TASK DETAILS:
The required output is the lines below from the line containing "cmath/math, which the" to the line containing "number of threads.", inclusive, retyped exactly. No other lines belong in it.

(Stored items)
"""Benchmark of the computation core (not part of the test run).

Runs the full analysis on N random readings and prints readings per second and two ratios measured in
the same run:

* against a plain per-reading Python loop doing the same work (tests/reference_loop.py, cmath/math, which the
  test suite checks against the vectorised results; target: at least 100x faster);
* against the bare numpy Fortescue matrix product on the same voltage and current phasor arrays
  (target: the whole analysis within 3x of it).

The process is set up as the batch commands set it up (fieldpad.commands.batch_memory: glibc keeps freed memory for
reuse).  The full analysis is timed on one thread and on the default number of threads.

Usage: python tests/bench/bench_core.py [N]     (default N = 1,000,000)
"""

from __future__ import annotations

import sys
import time
from pathlib import Path

import numpy as np

from fieldpad.commands.batch_memory import keep_freed_memory
from fieldpad.core.analysis import analyze, analyze_block, default_workers
from fieldpad.core.phasors import polar
from fieldpad.core.sequence import FORTESCUE

sys.path.insert(0, str(Path(__file__).resolve().parents[1]))
from reference_loop import analyse_one  # noqa: E402  (the same analysis, plain Python, per reading)


def random_readings(n: int, seed: int = 1):
    rng = np.random.default_rng(seed)
    cols = {}
    for name, base in (("va", 0.0), ("vb", -120.0), ("vc", 120.0)):
        cols[name] = 277.0 * (1 + 0.03 * rng.standard_normal(n))
        cols[name + "_deg"] = base + 2.0 * rng.standard_normal(n)
    for name, base in (("ia", -30.0), ("ib", -150.0), ("ic", 90.0)):
        cols[name] = 100.0 * (1 + 0.2 * rng.standard_normal(n)).clip(0.0)
        cols[name + "_deg"] = base + 10.0 * rng.standard_normal(n)
    cols["i_n"] = 20.0 * rng.random(n)
    cols["nominal_v"] = np.full(n, 480.0)
    return cols, np.zeros(n, np.int8)


def best_of(fn, repeat=5):
    times = []
    for _ in range(repeat):
        t = time.perf_counter()
        fn()
        times.append(time.perf_counter() - t)
    return min(times)


def main():
    n = int(sys.argv[1]) if len(sys.argv) > 1 else 1_000_000
    allocator = keep_freed_memory()
    cols, system = random_readings(n)
    workers = default_workers()
    print(f"readings: {n:,}; glibc keeps freed memory: {allocator}; threads: {workers}")

    t_one = best_of(lambda: analyze(cols, system, workers=1))
    print(f"full analysis (numpy, vectorised), 1 thread: {t_one:.3f} s  = {n / t_one:,.0f} readings/s")
    t_full = best_of(lambda: analyze(cols, system, workers=workers))
    print(f"full analysis (numpy, vectorised), {workers} threads: {t_full:.3f} s  = {n / t_full:,.0f} readings/s")

    n_loop = min(n, 20_000)
    keys = list(cols)
    rows = [{k: float(cols[k][i]) for k in keys} for i in range(n_loop)]
    t = time.perf_counter()
    for r in rows:
        analyse_one(r)
    t_loop = (time.perf_counter() - t) * n / n_loop
    print(
        f"plain Python loop doing the same analysis (tests/reference_loop.py; timed on {n_loop:,}, scaled): "
        f"{t_loop:.3f} s  = {n / t_loop:,.0f} readings/s"
    )

    n_same = min(n, 2_000)
    one = [{k: v[i : i + 1] for k, v in cols.items()} for i in range(n_same)]
    t = time.perf_counter()
    for i in range(n_same):
        analyze_block(one[i], system[i : i + 1])
    t_same = (time.perf_counter() - t) * n / n_same
    print(f"per-reading loop calling the same analysis (timed on {n_same:,}, scaled): {t_same:.3f} s")

    vm = [cols[p] for p in ("va", "vb", "vc")]
    im = [cols[p] for p in ("ia", "ib", "ic")]
    f_t = FORTESCUE.T.copy()

    def with_conversion():
        v = np.stack([polar(m, cols[p + "_deg"]) for m, p in zip(vm, ("va", "vb", "vc"))], axis=-1)
        i = np.stack([polar(m, cols[p + "_deg"]) for m, p in zip(im, ("ia", "ib", "ic"))], axis=-1)
        return v @ f_t, i @ f_t

    t_conv = best_of(with_conversion)
    v, i = (
        np.stack([polar(cols[p], cols[p + "_deg"]) for p in ph], axis=-1)
        for ph in (("va", "vb", "vc"), ("ia", "ib", "ic"))
    )
    t_bare = best_of(lambda: (v @ f_t, i @ f_t))
    print(f"bare numpy Fortescue product, V and I, phasors ready: {t_bare:.3f} s")
    print(f"same, starting from the magnitude/angle input arrays: {t_conv:.3f} s")

    # A floor for any full analysis: only writing arrays shaped like its results (one pass each, no arithmetic).
    sample = analyze({k: v[:10] for k, v in cols.items()}, system[:10])
    dtypes = [np.asarray(v).dtype for v in sample.values.values()] + [np.dtype(bool)] * len(sample.findings)

    def write_outputs():
        for dt in dtypes:
            np.full(n, 1, dtype=dt)

    t_floor = best_of(write_outputs)
    print(
        f"writing {len(dtypes)} result arrays of {n:,} (no arithmetic), the least any full analysis does: "
        f"{t_floor:.3f} s = {t_floor / t_bare:.1f}x the bare product"
    )

    print(
        f"ratio plain Python loop / full analysis: {t_loop / t_full:,.0f}x faster (target >= 100x); "
        f"on 1 thread {t_loop / t_one:,.0f}x"
    )
    print(f"ratio per-reading calls of the numpy analysis / full analysis: {t_same / t_full:,.0f}x faster")
    print(f"ratio full analysis / bare Fortescue (phasors ready): {t_full / t_bare:.1f}x (target <= 3x)")
    print(f"ratio full analysis / Fortescue from input arrays: {t_full / t_conv:.1f}x (target <= 3x)")


if __name__ == "__main__":
    main()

EXERCISE RESPONSE:
* against a plain per-reading Python loop doing the same work (tests/reference_loop.py, cmath/math, which the
  test suite checks against the vectorised results; target: at least 100x faster);
* against the bare numpy Fortescue matrix product on the same voltage and current phasor arrays
  (target: the whole analysis within 3x of it).

The process is set up as the batch commands set it up (fieldpad.commands.batch_memory: glibc keeps freed memory for
reuse).  The full analysis is timed on one thread and on the default number of threads.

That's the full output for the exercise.